◆ Stored data ◆
=== Begin Enclosure ===
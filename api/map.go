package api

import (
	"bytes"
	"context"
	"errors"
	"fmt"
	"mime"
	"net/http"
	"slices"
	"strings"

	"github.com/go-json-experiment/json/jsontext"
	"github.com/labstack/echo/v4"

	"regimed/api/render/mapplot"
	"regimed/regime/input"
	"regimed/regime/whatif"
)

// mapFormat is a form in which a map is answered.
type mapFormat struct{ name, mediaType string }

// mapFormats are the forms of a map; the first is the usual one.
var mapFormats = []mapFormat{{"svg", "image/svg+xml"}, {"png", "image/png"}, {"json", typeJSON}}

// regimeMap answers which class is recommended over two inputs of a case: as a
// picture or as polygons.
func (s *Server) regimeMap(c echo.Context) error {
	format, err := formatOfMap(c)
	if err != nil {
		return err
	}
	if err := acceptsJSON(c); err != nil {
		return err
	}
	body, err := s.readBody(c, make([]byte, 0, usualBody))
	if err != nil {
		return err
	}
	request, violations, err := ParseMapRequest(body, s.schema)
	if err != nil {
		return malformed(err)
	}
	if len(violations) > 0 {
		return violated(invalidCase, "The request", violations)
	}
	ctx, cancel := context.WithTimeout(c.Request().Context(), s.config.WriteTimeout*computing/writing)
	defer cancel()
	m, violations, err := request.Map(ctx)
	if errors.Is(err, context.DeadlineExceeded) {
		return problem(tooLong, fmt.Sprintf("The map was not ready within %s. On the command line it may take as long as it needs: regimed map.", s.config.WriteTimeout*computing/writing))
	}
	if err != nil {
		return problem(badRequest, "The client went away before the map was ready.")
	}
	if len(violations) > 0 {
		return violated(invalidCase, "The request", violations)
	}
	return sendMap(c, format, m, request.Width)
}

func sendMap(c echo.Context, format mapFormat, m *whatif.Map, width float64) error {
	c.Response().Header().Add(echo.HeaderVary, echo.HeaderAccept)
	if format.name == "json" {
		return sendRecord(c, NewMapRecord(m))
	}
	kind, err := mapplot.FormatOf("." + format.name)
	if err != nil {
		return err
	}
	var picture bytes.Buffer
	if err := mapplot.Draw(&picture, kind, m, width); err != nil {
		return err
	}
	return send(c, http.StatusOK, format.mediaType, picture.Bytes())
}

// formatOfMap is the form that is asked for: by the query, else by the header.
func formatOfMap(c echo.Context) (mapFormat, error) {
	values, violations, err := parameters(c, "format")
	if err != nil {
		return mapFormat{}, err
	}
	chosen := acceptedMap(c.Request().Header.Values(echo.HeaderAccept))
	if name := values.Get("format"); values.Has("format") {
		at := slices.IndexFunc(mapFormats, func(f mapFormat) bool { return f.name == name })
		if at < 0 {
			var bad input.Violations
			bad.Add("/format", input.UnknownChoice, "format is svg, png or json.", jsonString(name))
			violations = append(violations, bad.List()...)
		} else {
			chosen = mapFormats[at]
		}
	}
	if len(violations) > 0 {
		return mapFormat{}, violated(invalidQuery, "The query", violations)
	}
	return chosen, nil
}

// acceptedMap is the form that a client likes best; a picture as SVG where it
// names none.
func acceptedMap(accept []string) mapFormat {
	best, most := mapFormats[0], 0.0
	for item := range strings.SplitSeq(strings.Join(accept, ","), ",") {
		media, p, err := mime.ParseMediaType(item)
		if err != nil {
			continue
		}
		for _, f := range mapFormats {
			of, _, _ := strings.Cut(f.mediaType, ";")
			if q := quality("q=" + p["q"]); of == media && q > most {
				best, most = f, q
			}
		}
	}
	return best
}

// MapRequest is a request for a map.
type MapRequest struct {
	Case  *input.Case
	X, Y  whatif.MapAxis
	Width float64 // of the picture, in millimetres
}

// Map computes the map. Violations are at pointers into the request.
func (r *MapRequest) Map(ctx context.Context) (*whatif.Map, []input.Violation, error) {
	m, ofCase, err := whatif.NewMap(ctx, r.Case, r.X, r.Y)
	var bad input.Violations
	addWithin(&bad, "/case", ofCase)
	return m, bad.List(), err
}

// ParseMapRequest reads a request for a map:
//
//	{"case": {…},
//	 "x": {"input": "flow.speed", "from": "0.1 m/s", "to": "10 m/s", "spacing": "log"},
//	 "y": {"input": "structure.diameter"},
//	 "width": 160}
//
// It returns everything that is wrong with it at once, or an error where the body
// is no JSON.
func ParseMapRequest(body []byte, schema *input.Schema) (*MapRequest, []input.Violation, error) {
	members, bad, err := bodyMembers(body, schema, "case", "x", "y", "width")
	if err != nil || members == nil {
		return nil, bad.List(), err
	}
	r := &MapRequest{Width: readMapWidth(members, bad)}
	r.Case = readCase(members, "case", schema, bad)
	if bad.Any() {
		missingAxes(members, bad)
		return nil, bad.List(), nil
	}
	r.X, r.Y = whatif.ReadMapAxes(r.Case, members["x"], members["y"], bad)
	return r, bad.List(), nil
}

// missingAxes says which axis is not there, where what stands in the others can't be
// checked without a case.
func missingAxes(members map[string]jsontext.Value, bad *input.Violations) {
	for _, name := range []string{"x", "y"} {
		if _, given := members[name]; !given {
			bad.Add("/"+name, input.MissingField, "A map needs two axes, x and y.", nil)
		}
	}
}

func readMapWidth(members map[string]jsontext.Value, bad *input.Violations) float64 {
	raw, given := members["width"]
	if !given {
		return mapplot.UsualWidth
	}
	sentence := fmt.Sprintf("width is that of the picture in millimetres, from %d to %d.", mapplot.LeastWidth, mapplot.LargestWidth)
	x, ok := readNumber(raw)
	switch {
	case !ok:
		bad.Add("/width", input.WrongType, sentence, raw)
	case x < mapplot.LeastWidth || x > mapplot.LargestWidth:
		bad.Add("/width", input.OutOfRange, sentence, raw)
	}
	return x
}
=== End Enclosure ===
=== Begin Enclosure ===
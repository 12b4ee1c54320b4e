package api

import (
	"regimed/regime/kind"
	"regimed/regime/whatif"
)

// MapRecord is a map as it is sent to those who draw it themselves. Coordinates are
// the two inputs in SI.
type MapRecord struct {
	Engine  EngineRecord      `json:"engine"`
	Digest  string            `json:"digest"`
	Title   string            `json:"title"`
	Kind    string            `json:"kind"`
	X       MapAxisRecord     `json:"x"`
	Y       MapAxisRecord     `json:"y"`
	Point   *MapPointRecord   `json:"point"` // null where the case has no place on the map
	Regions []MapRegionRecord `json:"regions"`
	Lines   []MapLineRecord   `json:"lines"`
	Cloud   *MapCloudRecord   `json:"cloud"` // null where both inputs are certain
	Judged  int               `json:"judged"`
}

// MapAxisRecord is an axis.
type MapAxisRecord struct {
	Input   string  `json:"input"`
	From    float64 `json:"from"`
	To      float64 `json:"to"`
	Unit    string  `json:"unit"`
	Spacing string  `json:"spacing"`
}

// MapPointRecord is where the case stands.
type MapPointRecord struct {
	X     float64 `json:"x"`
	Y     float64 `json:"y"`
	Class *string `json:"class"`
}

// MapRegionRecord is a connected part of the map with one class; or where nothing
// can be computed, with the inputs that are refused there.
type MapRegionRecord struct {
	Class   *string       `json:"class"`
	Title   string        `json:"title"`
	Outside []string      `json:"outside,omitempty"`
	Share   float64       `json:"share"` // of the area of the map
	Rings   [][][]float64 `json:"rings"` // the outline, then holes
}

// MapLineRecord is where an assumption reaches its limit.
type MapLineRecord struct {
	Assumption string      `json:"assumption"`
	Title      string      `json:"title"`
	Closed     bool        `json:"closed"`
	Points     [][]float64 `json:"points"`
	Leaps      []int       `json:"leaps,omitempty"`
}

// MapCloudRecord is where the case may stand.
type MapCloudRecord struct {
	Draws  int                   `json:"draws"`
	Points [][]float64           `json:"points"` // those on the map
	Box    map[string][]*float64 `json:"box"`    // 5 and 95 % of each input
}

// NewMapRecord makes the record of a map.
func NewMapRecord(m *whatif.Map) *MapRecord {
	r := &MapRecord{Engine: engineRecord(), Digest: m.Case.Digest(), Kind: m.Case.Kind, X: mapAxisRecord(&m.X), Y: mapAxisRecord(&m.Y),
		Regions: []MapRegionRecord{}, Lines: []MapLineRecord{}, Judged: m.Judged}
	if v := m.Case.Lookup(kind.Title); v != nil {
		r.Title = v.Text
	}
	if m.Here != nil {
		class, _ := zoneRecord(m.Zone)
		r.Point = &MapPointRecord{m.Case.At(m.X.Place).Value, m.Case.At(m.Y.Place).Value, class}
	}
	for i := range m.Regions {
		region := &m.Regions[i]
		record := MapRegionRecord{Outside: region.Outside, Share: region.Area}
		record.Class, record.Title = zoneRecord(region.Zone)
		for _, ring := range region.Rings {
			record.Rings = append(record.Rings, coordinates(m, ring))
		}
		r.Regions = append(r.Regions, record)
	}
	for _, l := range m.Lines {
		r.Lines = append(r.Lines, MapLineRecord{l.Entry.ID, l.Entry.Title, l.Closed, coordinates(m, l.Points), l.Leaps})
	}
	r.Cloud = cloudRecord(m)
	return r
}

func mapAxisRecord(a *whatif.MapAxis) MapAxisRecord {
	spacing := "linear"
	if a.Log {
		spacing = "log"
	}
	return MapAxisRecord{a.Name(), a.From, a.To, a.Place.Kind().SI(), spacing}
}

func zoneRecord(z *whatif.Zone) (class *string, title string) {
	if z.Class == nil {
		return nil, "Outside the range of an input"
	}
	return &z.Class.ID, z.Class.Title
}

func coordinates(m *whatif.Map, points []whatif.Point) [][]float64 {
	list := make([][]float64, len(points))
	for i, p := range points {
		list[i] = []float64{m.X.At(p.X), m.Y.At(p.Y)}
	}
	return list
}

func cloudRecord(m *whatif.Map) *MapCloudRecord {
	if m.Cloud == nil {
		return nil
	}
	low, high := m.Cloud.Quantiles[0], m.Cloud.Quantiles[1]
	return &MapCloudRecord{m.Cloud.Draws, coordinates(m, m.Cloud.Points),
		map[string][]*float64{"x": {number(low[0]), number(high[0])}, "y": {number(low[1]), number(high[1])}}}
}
=== End Enclosure ===
◆ WHAT THE TASK ASKS ◆
Among the records, find the lines that contain "else" and copy each of them.

◆ EXPECTED ANSWER ◆
// formatOfMap is the form that is asked for: by the query, else by the header.
		} else {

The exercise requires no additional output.